Exercise: Filter the entries below, keeping only lines with "contentHash".

(Beginning of The records)

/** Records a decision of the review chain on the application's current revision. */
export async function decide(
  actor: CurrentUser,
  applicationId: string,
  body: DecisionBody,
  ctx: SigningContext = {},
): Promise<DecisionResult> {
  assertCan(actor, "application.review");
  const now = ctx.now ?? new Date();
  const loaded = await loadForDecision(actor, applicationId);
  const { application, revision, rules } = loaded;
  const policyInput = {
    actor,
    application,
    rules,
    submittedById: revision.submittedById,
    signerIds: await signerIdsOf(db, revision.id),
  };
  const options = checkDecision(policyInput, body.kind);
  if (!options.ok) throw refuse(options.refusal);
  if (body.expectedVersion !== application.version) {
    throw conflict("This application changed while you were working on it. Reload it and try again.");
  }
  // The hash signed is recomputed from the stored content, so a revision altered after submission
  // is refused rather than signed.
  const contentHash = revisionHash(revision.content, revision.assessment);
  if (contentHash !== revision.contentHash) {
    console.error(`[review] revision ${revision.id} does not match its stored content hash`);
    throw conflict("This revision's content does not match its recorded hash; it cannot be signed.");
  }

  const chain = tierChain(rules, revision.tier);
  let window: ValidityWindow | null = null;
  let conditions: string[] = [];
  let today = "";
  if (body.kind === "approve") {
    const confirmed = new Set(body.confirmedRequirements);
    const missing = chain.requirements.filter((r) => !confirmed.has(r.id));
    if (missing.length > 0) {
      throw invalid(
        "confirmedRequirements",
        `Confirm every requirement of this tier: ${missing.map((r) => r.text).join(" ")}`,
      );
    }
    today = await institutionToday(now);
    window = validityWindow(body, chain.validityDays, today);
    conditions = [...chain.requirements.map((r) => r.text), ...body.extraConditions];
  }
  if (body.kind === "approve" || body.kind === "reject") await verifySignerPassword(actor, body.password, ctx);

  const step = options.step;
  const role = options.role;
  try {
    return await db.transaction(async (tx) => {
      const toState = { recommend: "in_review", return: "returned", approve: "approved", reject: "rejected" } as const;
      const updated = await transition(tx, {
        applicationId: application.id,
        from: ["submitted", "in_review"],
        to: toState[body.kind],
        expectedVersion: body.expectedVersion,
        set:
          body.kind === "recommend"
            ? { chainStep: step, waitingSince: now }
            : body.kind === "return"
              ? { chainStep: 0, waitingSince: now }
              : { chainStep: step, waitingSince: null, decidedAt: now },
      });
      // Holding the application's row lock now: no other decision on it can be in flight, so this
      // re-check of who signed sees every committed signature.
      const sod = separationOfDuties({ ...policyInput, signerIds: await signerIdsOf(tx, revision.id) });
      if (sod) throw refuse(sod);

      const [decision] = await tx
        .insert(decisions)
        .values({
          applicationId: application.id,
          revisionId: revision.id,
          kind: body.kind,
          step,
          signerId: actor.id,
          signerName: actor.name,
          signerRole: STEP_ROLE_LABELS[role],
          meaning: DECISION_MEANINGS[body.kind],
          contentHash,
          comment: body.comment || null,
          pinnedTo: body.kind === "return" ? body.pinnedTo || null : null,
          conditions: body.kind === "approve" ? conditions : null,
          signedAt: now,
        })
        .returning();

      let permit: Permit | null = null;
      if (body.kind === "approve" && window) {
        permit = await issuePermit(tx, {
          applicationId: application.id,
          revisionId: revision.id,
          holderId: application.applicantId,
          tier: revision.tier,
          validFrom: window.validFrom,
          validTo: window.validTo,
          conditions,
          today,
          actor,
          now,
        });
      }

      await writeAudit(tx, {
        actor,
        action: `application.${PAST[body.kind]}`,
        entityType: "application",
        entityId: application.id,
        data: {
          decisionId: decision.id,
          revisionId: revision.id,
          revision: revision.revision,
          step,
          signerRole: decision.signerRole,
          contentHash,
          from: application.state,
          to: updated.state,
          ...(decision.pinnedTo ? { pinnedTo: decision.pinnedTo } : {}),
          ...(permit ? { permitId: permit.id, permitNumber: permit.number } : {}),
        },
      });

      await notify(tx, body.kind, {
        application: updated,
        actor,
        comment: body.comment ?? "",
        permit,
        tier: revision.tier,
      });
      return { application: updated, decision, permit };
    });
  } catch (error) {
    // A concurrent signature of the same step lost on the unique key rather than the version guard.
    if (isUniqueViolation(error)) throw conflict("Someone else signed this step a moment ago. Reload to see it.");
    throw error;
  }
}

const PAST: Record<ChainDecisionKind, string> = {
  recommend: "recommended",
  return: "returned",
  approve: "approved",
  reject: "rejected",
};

(End of The records)

The completed task:
  const contentHash = revisionHash(revision.content, revision.assessment);
  if (contentHash !== revision.contentHash) {
          contentHash,
          contentHash,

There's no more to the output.